In a similar manner, environmental degradation can hurt agricultural productivity, and the desperate efforts of the resulting hungry people can further degrade the environment. USAID food security strategies will support regional, African-led efforts to protect the environment from both acute emergencies and long-term pressures, such as densely-populated fragile areas.
Strategic Objective 1: Increase Capacity in the Region to Prevent and Mitigate Conflict
Strategic Objective 2: Promote African Ability to Sustain Food Security within a Regional Context
GREATER HORN OF AFRICA INITIATIVE FY 1998 PROGRAM SUMMARY
Encouraging Broad-based Economic Growth
Stabilizing World Population Growth & Protecting Human Health
Protecting the Environment
Building
Democracy
Providing Humanitarian Assistance
TOTALS
USAID Strategic Objectives
SO1. Increase capacity in the region to prevent and mitigate conflict. - Dev. Fund for Africa
2,000,000
---
1,000,000
4,000,000
---
7,000,000
SO2. Promote African ability to sustain food security within a regional context. - Dev. Fund for Africa
7,000,000
---
1,000,000
---
---
8,000,000
Totals -Dev. Fund for Africa
9,000,000
---
2,000,000
4,000,000
---
15,000,000
AFR/EA GHAI Director: Patricia Rader
ACTIVITY DATA SHEET
PROGRAM: GREATER HORN OF AFRICA INITIATIVE (GHAI)

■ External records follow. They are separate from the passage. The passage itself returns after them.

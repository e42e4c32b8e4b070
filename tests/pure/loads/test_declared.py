"""A sound load document is read once, exactly, into the units of the basis."""

from datetime import timedelta
from fractions import Fraction

from loads.balance.declared import read_load
from loads.balance.outline import read_outline
from tests.pure.loads.making import load, twin

F = Fraction

KG_PER_LB = F("0.45359237")
L_PER_US_GAL = F("3.785411784")


def test_the_outline_is_read_without_a_basis():
    outline = read_outline(load())

    assert (outline.aircraft, outline.configuration) == ("Q9-KTB", "six-seat")
    assert (outline.flight.reference, outline.flight.leg) == ("KT-214", 1)
    assert outline.flight.departure.utcoffset() == timedelta(hours=-6)


def test_weights_are_converted_exactly_and_lines_keep_their_pointers():
    declared = read_load(load(), twin())
    pilot, dravo = declared.crew[0], declared.passengers[1]

    assert (pilot.weight, pilot.how, pilot.login) == (F(181), "weighed", "r.amani")
    assert dravo.weight == F("71.5") / KG_PER_LB
    assert dravo.lap_infant is not None
    assert dravo.lap_infant.weight == 9 / KG_PER_LB
    assert dravo.lap_infant.pointer == "/passengers/1/lap_infant"
    assert declared.items[0].pointer == "/items/0"


def test_fuel_by_weight_or_volume_in_any_unit_comes_out_the_same():
    document = load()
    document["fuel"]["density"] = {"value": "0.72", "unit": "kg/l", "source": "note"}
    document["fuel"]["at_engine_start"]["LEFT-MAIN"] = {"value": 100, "unit": "l"}
    document["fuel"]["at_engine_start"]["RIGHT-MAIN"] = {"value": 72, "unit": "kg"}

    plan = read_load(document, twin()).fuel

    assert plan.tanks[0].usable == plan.tanks[1].usable == 100 / L_PER_US_GAL
    assert plan.density == F("0.72") * L_PER_US_GAL / KG_PER_LB


def test_what_may_be_left_out_is_left_out():
    document = load()
    del document["limits"]
    del document["fuel"]["not_usable"]
    del document["crew"][0]["person"]
    document["passengers"] = []
    document["items"] = []
    document["persons_on_board"] = 1

    declared = read_load(document, twin())

    assert (declared.limits, declared.items, declared.passengers) == ((), (), ())
    assert declared.crew[0].login is None


def test_a_removed_equipment_is_a_signed_line():
    document = load()
    document["items"].append(
        {
            "kind": "equipment",
            "what": "rear cabinet",
            "place": "AFT-HOLD",
            "weight": {"value": 22, "unit": "lb"},
            "how": "weighed",
            "removed": True,
        }
    )

    item = read_load(document, twin()).items[1]

    assert (item.weight, item.removed) == (F(-22), True)


def test_an_infant_on_the_lap_of_a_standard_adult_has_no_weight_of_its_own():
    document = load()
    adult = document["passengers"][1]
    del adult["weight"]
    adult["how"] = "standard"
    adult["lap_infant"] = {"name": "I. Dravo"}

    person = read_load(document, twin()).passengers[1]

    assert person.weight is None
    assert person.lap_infant is not None
    assert person.lap_infant.weight is None


def test_a_small_child_in_its_own_seat_is_believed_when_it_is_called_a_child():
    document = load()
    document["passengers"][0]["weight"] = {"value": 12, "unit": "kg"}
    document["passengers"][0]["category"] = "child"

    assert read_load(document, twin()).passengers[0].weight == 12 / KG_PER_LB
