"""Where an operator's margins use a piece of an envelope up, the next one is the nearest from there on."""

from fractions import Fraction

import pytest

from loads.balance.path import Knot, Stretch
from loads.balance.path_curve import Piece
from loads.balance.path_outside import worst_outside

# From 100 lb down to 80 lb the moment is 7920 - 79 W: an arm of 0.2 in, 9 in at 90 lb, 20 in at the end.
STRETCH = Stretch(
    "flight",
    ("LEFT",),
    Knot(Fraction(100), Fraction(20), Fraction(0)),
    Knot(Fraction(80), Fraction(1600), Fraction(0)),
    Fraction(0),
)
PIECE = Piece(STRETCH, 100, 1, 80, 1, 7920, -79, 0, 1)
# From 10 in to 11 - 90 / W in: 1 in wide at a great weight, used up at 90 lb and nothing below.
TIP = (1, 0, -10, 0, -1, -90, 11, 0)
FAR = (1, 0, -20, 0, -1, 0, 21, 0)  # from 20 to 21 in at every weight


def test_the_path_is_farthest_out_where_the_tip_ends() -> None:
    """At 100 lb it lies 9.8 in before the tip; at 90 lb the tip ends, and the far piece is 11 in away."""
    worst = worst_outside(PIECE, (TIP, FAR))

    assert (worst.weight.whole, worst.weight.factor) == (90, 0)
    assert (worst.margin.whole, worst.margin.factor) == (-11, 0)
    assert worst.sides == FAR


def test_without_a_far_piece_the_tip_alone_counts() -> None:
    worst = worst_outside(PIECE, (TIP,))

    assert (worst.weight.whole, worst.margin.whole) == (80, Fraction(1600 - 880 + 90, -80))


def test_a_piece_that_is_there_all_along_is_measured_to_at_the_worse_end() -> None:
    worst = worst_outside(PIECE, (FAR,))

    assert (worst.weight.whole, worst.margin.whole) == (100, Fraction(1, 5) - 20)


# Between 0 and 1 in, and the same on the other side of the path: it goes from 3 in at 100 lb to 12 in.
NEAR = (1, 0, 0, 0, -1, 0, 1, 0)
ACROSS = Stretch(
    "flight",
    ("LEFT",),
    Knot(Fraction(100), Fraction(300), Fraction(0)),
    Knot(Fraction(50), Fraction(600), Fraction(0)),
    Fraction(0),
)
BETWEEN = Piece(ACROSS, 100, 1, 50, 1, 900, -6, 0, 1)


def test_between_two_pieces_the_worst_is_where_both_are_equally_near() -> None:
    """From 0 to 1 in and from 20 to 21 in: 10.5 in, so 900/W - 6 = 10.5 at 600/11 lb, 9.5 in from either."""
    worst = worst_outside(BETWEEN, (NEAR, FAR))

    assert (worst.weight.whole, worst.weight.factor) == (Fraction(600, 11), 0)
    assert (worst.margin.whole, worst.margin.factor) == (Fraction(-19, 2), 0)
    assert (worst.stretch, worst.sides, worst.aft, worst.floor) == (ACROSS, NEAR, True, 50)


def test_the_sides_may_be_given_in_any_multiple() -> None:
    """Three times the line is the same line: the margin is along the arm, in the unit of arms."""
    tripled = (3, 0, -60, 0, -3, 0, 63, 0)

    worst = worst_outside(BETWEEN._replace(u0=1800, u1=-12, unit=2), (tripled,))

    assert (worst.weight.whole, worst.margin.whole, worst.aft) == (100, -17, False)


def test_an_end_that_is_no_whole_weight_is_told_as_it_is() -> None:
    """At 99.5 lb, where the piece ends at 60.5 lb: 900/W - 6 is 3.045 in at the top."""
    worst = worst_outside(BETWEEN._replace(top=199, over=2, bottom=121, under=2), (FAR,))

    assert (worst.weight.whole, worst.floor) == (Fraction(199, 2), Fraction(121, 2))
    assert worst.margin.whole == Fraction(1800, 199) - 26


def test_where_no_piece_is_left_there_is_nothing_to_measure_to() -> None:
    with pytest.raises(ValueError, match=r"^between two weights of corners an envelope has a part$"):
        worst_outside(BETWEEN, ())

TITLE AND NUMBER: Increase Capacity in the Greater Horn of Africa Region to Prevent and Mitigate Conflict, 698-SO01
STATUS: Continuing
PROPOSED OBLIGATION AND FUNDING SOURCE: FY 1998: $7,000,000 DFA
INITIAL OBLIGATION: FY 1996; ESTIMATED COMPLETION DATE: FY 2000
Purpose: To increase the capacity of Africans to mitigate and prevent conflict in the Greater Horn of Africa.
Background: The U.S. foreign policy community is increasingly emphasizing the need to prevent conflicts and crises rather than to be forced to respond to crises after they occur. At the same time, both Africans and outsiders are recognizing that solutions cannot be imposed externally. Although there is a role which donors and other international partners can play to assist in the process, if peace is ultimately to prevail, Africans themselves must resolve their own conflicts. Progressive African leadership is emerging in the region. The root causes of conflict are often political, economic or environmental.
USAID Role and Achievements to Date: USAID played an important role in encouraging the Intergovernmental Authority on Development (IGAD) to amend its charter to include conflict prevention. IGAD and other African organizations are actively developing conflict prevention strategies, and the USG will seek ways to be effective partners with these organizations. In the meantime, the USG is concentrating on building its own capacity to understand and analyze conflict. These efforts have included interagency training workshops in Washington and the field, and the development of a manual called "Preventing and Mitigating Violent Conflict: A Guide for Practitioners" to aid USG personnel in practical applications of conflict prevention mechanisms. USAID has created the Horn of Africa Support Project (HASP) as a mechanism to provide GHAI funding to innovative projects that reflect GHAI principles. Other GHAI funding has gone directly to projects in the region and to capacity-building efforts. Among the projects funded directly is Uganda's efforts to create a regional cooperative response, involving Kenya, Tanzania and Rwanda, to a serious aquatic weed infestation afflicting Lake Victoria.
Description: The GHAI strategic planning process, currently underway, will further define the process by which the operating principles will be used to achieve the goal of conflict prevention, and will identify the indicators to be used to manage for results.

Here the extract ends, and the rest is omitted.